A sa manière, et c’est probablement ce qui divise dans son cinéma, Guadagnino œuvre toujours à la frontière de l’impressionnisme, cherchant à imprégner l’imaginaire plus que le conscient, développant la fragmentation narrative au détriment de la continuité.
Le cinéaste italien, volontiers qualifié de poseur par ses détracteurs (qui avouons-le n’ont pas tout à fait tort) se veut esthète, metteur en scène au sens premier ou plutôt monteur de scènes, avec un souci constant du décor de la lumière et souvent une exubérance qui exaspère, le bonhomme laisse en général le soin de l’écriture du scénario à d’autres, à chacun de se débrouiller ensuite pour comprendre le récit à l’aide des balises posées.
Dès lors, lorsque se présente devant nos rétines avides de s’ imprimer des scènes élégantes à venir, « Queer », adaptation de William Burrows, auteur de romans hallucinés et expérimentateur du cut-up (fragmentation et réagencement de textes littéraires), notre âme, amoureuse de cinéma résonne de la crainte d’un grand vide esthétisant.
Evidemment, esthétisant « Queer », l’est (beaucoup même), car comme rarement auparavant, Guadagnino se mue en maître ès arts-déco, reconstituant dans les studios Cinecittà, un Mexico de rêve à l’architecture angulaire pour les décors extérieurs, à la patine étudiée pour les intérieurs, les personnages presque construits comme des éléments de ce décor à l’image d’un Daniel Craig ((Lee) méconnaissable , chapeau d’aventurier vissé sur son sommet, chemise ouverte, colt à la ceinture, homme vieillissant aux trait affaissés, écumant les bars à la recherche d’hommes plus jeunes avec qui passer la nuit.
Dans les édifices de Guadagnigno, les personnages aussi se construisent par touches éparses, celui de Lee est l’ébauche du désir et même d’un désir ardent lorsque son regard croise celui d’Allerton, (Drew Starkey) dans la frénésie d’une ruelle animée par un combat de coqs égrotants, au son de « Come as you are » de Nirvana.
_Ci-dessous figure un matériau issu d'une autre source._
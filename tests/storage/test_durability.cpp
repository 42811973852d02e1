// Durability of the project file: connection settings, migration of a file
// written by the version-1 schema, refusal of a newer file, read-only fallback
// on a damaged file naming the newest backup, and rolling backups.
// Sources: SQLite documentation ("PRAGMA journal_mode", "PRAGMA synchronous",
// "PRAGMA foreign_keys", "PRAGMA user_version", "PRAGMA quick_check",
// "ALTER TABLE", "Using the SQLite Online Backup API", "Database File Format"
// for the page layout used to damage a file).
#include <gtest/gtest.h>
#include <sqlite3.h>

#include <filesystem>
#include <fstream>

#include "storage/project.h"
#include "storage/repository.h"
#include "storage/schema.h"
#include "formats/sha256.h"
#include "storage/sqlite.h"
#include "storage_test_util.h"

using namespace cairn::store;
using namespace cairn::formats;
using cairn::store::testing::quiet;
using cairn::store::testing::read_file;
using cairn::store::testing::TempDir;

namespace {

// The version-1 schema exactly as Cairn first wrote it (frozen here on purpose:
// it is what files in the field have).
const char* const kV1 = R"SQL(
CREATE TABLE project (id INTEGER PRIMARY KEY CHECK (id = 1), file_uuid TEXT NOT NULL, name TEXT NOT NULL,
  utm_zone TEXT, north_default TEXT NOT NULL CHECK (north_default IN ('true','magnetic')),
  declination REAL NOT NULL DEFAULT 0 CHECK (declination BETWEEN -180 AND 180), local_device TEXT NOT NULL,
  created TEXT NOT NULL, updated TEXT NOT NULL);
CREATE TABLE devices (uuid TEXT PRIMARY KEY, name TEXT NOT NULL, created TEXT NOT NULL, updated TEXT NOT NULL,
  device TEXT NOT NULL, deleted TEXT);
CREATE TABLE people (uuid TEXT PRIMARY KEY, name TEXT NOT NULL, initials TEXT NOT NULL, created TEXT NOT NULL,
  updated TEXT NOT NULL, device TEXT NOT NULL, deleted TEXT);
CREATE UNIQUE INDEX people_initials ON people(initials) WHERE deleted IS NULL;
CREATE TABLE units (uuid TEXT PRIMARY KEY, code TEXT NOT NULL, name TEXT NOT NULL,
  age_rank INTEGER NOT NULL CHECK (age_rank >= 1), colour TEXT NOT NULL, created TEXT NOT NULL,
  updated TEXT NOT NULL, device TEXT NOT NULL, deleted TEXT);
CREATE UNIQUE INDEX units_code ON units(code) WHERE deleted IS NULL;
CREATE TABLE contacts (uuid TEXT PRIMARY KEY, name TEXT NOT NULL, lower_unit TEXT NOT NULL REFERENCES units(uuid),
  upper_unit TEXT NOT NULL REFERENCES units(uuid),
  type TEXT NOT NULL CHECK (type IN ('depositional','unconformity','fault','intrusive')),
  created TEXT NOT NULL, updated TEXT NOT NULL, device TEXT NOT NULL, deleted TEXT);
CREATE UNIQUE INDEX contacts_name ON contacts(name) WHERE deleted IS NULL;
CREATE TABLE stations (uuid TEXT PRIMARY KEY, code TEXT NOT NULL, lat REAL NOT NULL CHECK (lat BETWEEN -90 AND 90),
  lon REAL NOT NULL CHECK (lon BETWEEN -180 AND 180), elevation REAL CHECK (elevation BETWEEN -500 AND 9000),
  h_accuracy REAL CHECK (h_accuracy >= 0), v_accuracy REAL CHECK (v_accuracy >= 0),
  source TEXT NOT NULL CHECK (source IN ('gps','map','manual')), unit TEXT REFERENCES units(uuid),
  observer TEXT REFERENCES people(uuid), time TEXT, notes TEXT NOT NULL DEFAULT '', created TEXT NOT NULL,
  updated TEXT NOT NULL, device TEXT NOT NULL, deleted TEXT);
CREATE UNIQUE INDEX stations_code ON stations(code) WHERE deleted IS NULL;
CREATE TABLE planes (uuid TEXT PRIMARY KEY, station TEXT NOT NULL REFERENCES stations(uuid),
  kind TEXT NOT NULL CHECK (kind IN ('bedding','foliation','cleavage','joint','fault','vein','contact','slope')),
  strike REAL NOT NULL CHECK (strike >= 0 AND strike < 360), dip REAL NOT NULL CHECK (dip BETWEEN 0 AND 90),
  typed TEXT NOT NULL, notation TEXT NOT NULL CHECK (notation IN ('strike_dip','dip_direction_dip','text')),
  north TEXT NOT NULL CHECK (north IN ('true','magnetic')), measured_strike REAL NOT NULL,
  measured_dip REAL NOT NULL, declination REAL NOT NULL, declination_source TEXT NOT NULL DEFAULT '',
  quality INTEGER CHECK (quality BETWEEN 1 AND 5),
  facing TEXT NOT NULL CHECK (facing IN ('unknown','upright','overturned')), contact TEXT REFERENCES contacts(uuid),
  ref TEXT, time TEXT, observer TEXT REFERENCES people(uuid), notes TEXT NOT NULL DEFAULT '',
  created TEXT NOT NULL, updated TEXT NOT NULL, device TEXT NOT NULL, deleted TEXT);
CREATE INDEX planes_station ON planes(station);
CREATE UNIQUE INDEX planes_ref ON planes(station, ref) WHERE deleted IS NULL AND ref IS NOT NULL;
CREATE TABLE lines (uuid TEXT PRIMARY KEY, station TEXT NOT NULL REFERENCES stations(uuid),
  kind TEXT NOT NULL CHECK (kind IN ('lineation','fold_axis','slickenline','intersection')),
  trend REAL NOT NULL CHECK (trend >= 0 AND trend < 360), plunge REAL NOT NULL CHECK (plunge BETWEEN 0 AND 90),
  typed TEXT NOT NULL, north TEXT NOT NULL CHECK (north IN ('true','magnetic')), measured_trend REAL NOT NULL,
  measured_plunge REAL NOT NULL, declination REAL NOT NULL, declination_source TEXT NOT NULL DEFAULT '',
  host_plane TEXT REFERENCES planes(uuid), rake REAL CHECK (rake BETWEEN 0 AND 180), ref TEXT, time TEXT,
  observer TEXT REFERENCES people(uuid), notes TEXT NOT NULL DEFAULT '', created TEXT NOT NULL,
  updated TEXT NOT NULL, device TEXT NOT NULL, deleted TEXT);
CREATE INDEX lines_station ON lines(station);
CREATE UNIQUE INDEX lines_ref ON lines(station, ref) WHERE deleted IS NULL AND ref IS NOT NULL;
CREATE TABLE points (uuid TEXT PRIMARY KEY, contact TEXT NOT NULL REFERENCES contacts(uuid),
  lat REAL NOT NULL CHECK (lat BETWEEN -90 AND 90), lon REAL NOT NULL CHECK (lon BETWEEN -180 AND 180),
  elevation REAL CHECK (elevation BETWEEN -500 AND 9000), h_accuracy REAL CHECK (h_accuracy >= 0),
  v_accuracy REAL CHECK (v_accuracy >= 0), source TEXT NOT NULL CHECK (source IN ('gps','map','dem')), time TEXT,
  observer TEXT REFERENCES people(uuid), notes TEXT NOT NULL DEFAULT '', created TEXT NOT NULL,
  updated TEXT NOT NULL, device TEXT NOT NULL, deleted TEXT);
CREATE INDEX points_contact ON points(contact);
CREATE TABLE photos (uuid TEXT PRIMARY KEY, station TEXT REFERENCES stations(uuid), path TEXT NOT NULL,
  sha256 TEXT NOT NULL CHECK (length(sha256) = 64), caption TEXT NOT NULL DEFAULT '', time TEXT,
  created TEXT NOT NULL, updated TEXT NOT NULL, device TEXT NOT NULL, deleted TEXT);
CREATE TABLE audit (uuid TEXT PRIMARY KEY, at TEXT NOT NULL, device TEXT NOT NULL, person TEXT, tbl TEXT NOT NULL,
  record TEXT NOT NULL, action TEXT NOT NULL CHECK (action IN ('insert','update','delete','restore')),
  old_values TEXT, new_values TEXT);
CREATE INDEX audit_record ON audit(record);
CREATE INDEX audit_at ON audit(at);
PRAGMA application_id = 1128354382;
PRAGMA user_version = 1;
)SQL";

// Data as a version-1 Cairn would have written it.
const char* const kV1Data = R"SQL(
INSERT INTO project VALUES (1, 'a0000000-0000-4000-8000-000000000001', 'Old season', '33N', 'magnetic', 4.5,
  'd0000000-0000-4000-8000-000000000001', '2025-05-01T08:00:00.000Z', '2025-05-01T08:00:00.000Z');
INSERT INTO devices VALUES ('d0000000-0000-4000-8000-000000000001', 'old tablet', '2025-05-01T08:00:00.000Z',
  '2025-05-01T08:00:00.000Z', 'd0000000-0000-4000-8000-000000000001', NULL);
INSERT INTO people VALUES ('e0000000-0000-4000-8000-000000000001', 'Cleo Example', 'CE', '2025-05-01T08:00:00.000Z',
  '2025-05-01T08:00:00.000Z', 'd0000000-0000-4000-8000-000000000001', NULL);
INSERT INTO units VALUES ('b0000000-0000-4000-8000-000000000001', 'Pgs', 'grey schist', 1, '#E69F00',
  '2025-05-01T08:00:00.000Z', '2025-05-01T08:00:00.000Z', 'd0000000-0000-4000-8000-000000000001', NULL);
INSERT INTO units VALUES ('b0000000-0000-4000-8000-000000000002', 'Qm', 'pale marble', 2, '#56B4E9',
  '2025-05-01T08:00:00.000Z', '2025-05-01T08:00:00.000Z', 'd0000000-0000-4000-8000-000000000001', NULL);
INSERT INTO contacts VALUES ('c0000000-0000-4000-8000-000000000001', 'Pgs-Qm', 'b0000000-0000-4000-8000-000000000001',
  'b0000000-0000-4000-8000-000000000002', 'unconformity', '2025-05-01T08:00:00.000Z', '2025-05-01T08:00:00.000Z',
  'd0000000-0000-4000-8000-000000000001', NULL);
INSERT INTO stations VALUES ('50000000-0000-4000-8000-000000000001', 'S7', 46.5, 14.25, 1200.5, 3, 5, 'gps',
  'b0000000-0000-4000-8000-000000000001', 'e0000000-0000-4000-8000-000000000001', '2025-05-02T09:00:00Z',
  'saddle', '2025-05-02T09:00:01.000Z', '2025-05-02T09:10:00.000Z', 'd0000000-0000-4000-8000-000000000001', NULL);
INSERT INTO planes VALUES ('70000000-0000-4000-8000-000000000001', '50000000-0000-4000-8000-000000000001',
  'bedding', 34.5, 40, '030/40', 'strike_dip', 'magnetic', 30, 40, 4.5, 'project setting', 4, 'upright',
  'c0000000-0000-4000-8000-000000000001', 'p1', '2025-05-02T09:05:00Z', 'e0000000-0000-4000-8000-000000000001',
  'top', '2025-05-02T09:05:01.000Z', '2025-05-02T09:05:01.000Z', 'd0000000-0000-4000-8000-000000000001', NULL);
INSERT INTO lines VALUES ('80000000-0000-4000-8000-000000000001', '50000000-0000-4000-8000-000000000001',
  'fold_axis', 124.5, 35, '120/35', 'magnetic', 120, 35, 4.5, 'project setting', NULL, NULL, 'a1', NULL, NULL, '',
  '2025-05-02T09:06:00.000Z', '2025-05-02T09:06:00.000Z', 'd0000000-0000-4000-8000-000000000001',
  '2025-05-02T09:07:00.000Z');
INSERT INTO points VALUES ('90000000-0000-4000-8000-000000000001', 'c0000000-0000-4000-8000-000000000001',
  46.501, 14.251, 1190, 4, NULL, 'dem', '2025-05-02', NULL, '', '2025-05-02T10:00:00.000Z',
  '2025-05-02T10:00:00.000Z', 'd0000000-0000-4000-8000-000000000001', NULL);
INSERT INTO photos VALUES ('f0000000-0000-4000-8000-000000000001', '50000000-0000-4000-8000-000000000001',
  'photos/IMG_0007.jpg', 'ba7816bf8f01cfea414140de5dae2223b00361a396177a9cb410ff61f20015ad', 'fold hinge', NULL,
  '2025-05-02T10:01:00.000Z', '2025-05-02T10:01:00.000Z', 'd0000000-0000-4000-8000-000000000001', NULL);
INSERT INTO audit VALUES ('aa000000-0000-4000-8000-000000000001', '2025-05-02T09:10:00.000Z',
  'd0000000-0000-4000-8000-000000000001', 'e0000000-0000-4000-8000-000000000001', 'stations',
  '50000000-0000-4000-8000-000000000001', 'update', '{"elevation":1190}', '{"elevation":1200.5}');
)SQL";

void write_v1(const std::string& path) {
  Db db(path, SQLITE_OPEN_READWRITE | SQLITE_OPEN_CREATE);
  db.exec(kV1);
  db.exec(kV1Data);
}

}  // namespace

TEST(Durability, ConnectionSettings) {
  TempDir dir;
  Project p = Project::create(dir.file("c.cairn"), NewProject{"c", "", North::True, 0}, quiet());
  EXPECT_EQ(p.db().query_text("PRAGMA journal_mode"), "wal");
  EXPECT_EQ(p.db().query_int("PRAGMA synchronous"), 2);  // 2 = FULL
  EXPECT_EQ(p.db().query_int("PRAGMA foreign_keys"), 1);
  EXPECT_EQ(p.db().query_int("PRAGMA application_id"), 0x4341524E);
  EXPECT_EQ(p.schema_version(), kSchemaVersion);
  // foreign_keys=ON: SQLite itself refuses a reading of a missing station.
  EXPECT_THROW(p.db().exec("INSERT INTO planes(uuid, station, kind, strike, dip, typed, notation, north, "
                           "measured_strike, measured_dip, declination, facing, created, updated, device) VALUES "
                           "('x', 'no-such-station', 'joint', 1, 1, '1/1', 'text', 'true', 1, 1, 0, 'unknown', '', "
                           "'', '')"),
               SqlError);
}

// A bulk write's larger page cache is the connection's only while it lasts,
// and an import leaves the connection's own size as it found it. Sizes are
// pages when positive and -KiB when negative (SQLite documentation, "PRAGMA
// cache_size").
TEST(Durability, ABulkWritesPageCacheIsGivenBack) {
  TempDir dir;
  Project p = Project::create(dir.file("c.cairn"), NewProject{"c", "", North::True, 0}, quiet());
  p.db().exec("PRAGMA cache_size = 123");
  {
    BulkWriteCache cache(p.db(), 4096);
    EXPECT_EQ(p.db().query_int("PRAGMA cache_size"), -4096);
  }
  EXPECT_EQ(p.db().query_int("PRAGMA cache_size"), 123);
  p.db().exec("PRAGMA cache_size = -2000");
  {
    BulkWriteCache cache(p.db());
    EXPECT_EQ(p.db().query_int("PRAGMA cache_size"), -BulkWriteCache::kDefaultKib);
  }
  EXPECT_EQ(p.db().query_int("PRAGMA cache_size"), -2000);
}
TEST(Durability, MigratesAVersion1FileWithoutLoss) {
  TempDir dir;
  const std::string path = dir.file("old.cairn");
  write_v1(path);
  OpenOptions o = quiet();
  Project p = Project::open(path, o);
  EXPECT_FALSE(p.read_only()) << p.problem();
  EXPECT_EQ(p.schema_version(), kSchemaVersion);
  EXPECT_TRUE(p.integrity_check().empty());
  // A backup of the file as it was, taken before migrating (even with backups off).
  auto backups = p.backups();
  ASSERT_EQ(backups.size(), 1u);
  {
    Db old(backups[0], SQLITE_OPEN_READONLY);
    EXPECT_EQ(old.query_int("PRAGMA user_version"), 1);
  }
  const ProjectInfo info = p.info();
  EXPECT_EQ(info.name, "Old season");
  EXPECT_EQ(info.north_default, North::Magnetic);
  EXPECT_DOUBLE_EQ(info.declination, 4.5);
  auto s = find_station(p, "S7");
  ASSERT_TRUE(s);
  EXPECT_DOUBLE_EQ(*s->elevation, 1200.5);
  EXPECT_EQ(s->observer, "e0000000-0000-4000-8000-000000000001");
  EXPECT_EQ(s->meta.updated, "2025-05-02T09:10:00.000Z");
  auto pl = get_plane(p, "70000000-0000-4000-8000-000000000001");
  ASSERT_TRUE(pl);
  EXPECT_DOUBLE_EQ(pl->strike, 34.5);
  EXPECT_EQ(pl->typed, "030/40");
  EXPECT_EQ(pl->declination_source, "project setting");
  auto ln = get_line(p, "80000000-0000-4000-8000-000000000001");
  ASSERT_TRUE(ln);
  EXPECT_TRUE(ln->meta.deleted);  // a soft delete survives the migration
  EXPECT_EQ(list_points(p).size(), 1u);
  EXPECT_EQ(list_photos(p)[0].caption, "fold hinge");
  EXPECT_EQ(audit_trail(p, s->meta.uuid).size(), 1u);
  EXPECT_EQ(p.db().query_int("SELECT count(*) FROM pragma_table_info('planes') WHERE name = 'import_key'"), 1);
  EXPECT_EQ(p.db().query_int("SELECT count(*) FROM merges"), 0);
  // And the migrated file takes new records.
  Station n;
  n.code = "S8";
  n.lat = 46.6;
  n.lon = 14.3;
  add(p, n);
  EXPECT_EQ(list_stations(p).size(), 2u);
}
Le désir sera assouvi, dans une scène explicite comme toujours chez le cinéaste, mais avec un autre homme. Cette première partie est celle de l’errance, des rencontres au hasard d’abord, d’âmes en exil, sans passé, les lecteurs de Burrows seuls sauront d’où ils viennent, pour les autres, il faudra se débrouiller, car « Queer » est dans la biblio de l’écrivain la deuxième partie de son autobiographie (romancée), le cinéaste a par choix escamoté la première, « Junky » celle qui présente les personnages…
Par bribes pourtant se dessine la solitude de Lee, Allerton bien plus jeune est peut-être l’amant de sa dernière danse, Lee rêve leur liaison en love story et propose de l’emmener en Equateur à la recherche d’une plante développant la télépathie, le Yagé. Les deux hommes entament alors un voyage fantasmagorique dans la jungle, très lynchien dans son imagerie : du rouge, beaucoup, une femme tronc, des scènes (magnifiques) en surimpression, à la lisière du fantastique, de l’aventure dans une atmosphère évanescente. « Queer » devient à l’image d’un Lee
héroïnomane déliquescent,
insaisissable, en marge des schémas classiques de la perception et de la narration, en même temps qu’il érige définitivement son cinéaste en libre penseur, formaliste avant tout, et seul le clin d’œil final permet de sortir de cette atmosphère brumeuse et de revenir vers le tangible,
( Lee tue son amant en tentant d’imiter Guillaume tell de la même manière que Burrows avait tué sa femme)
mais encore une fois seulement pour les initiés.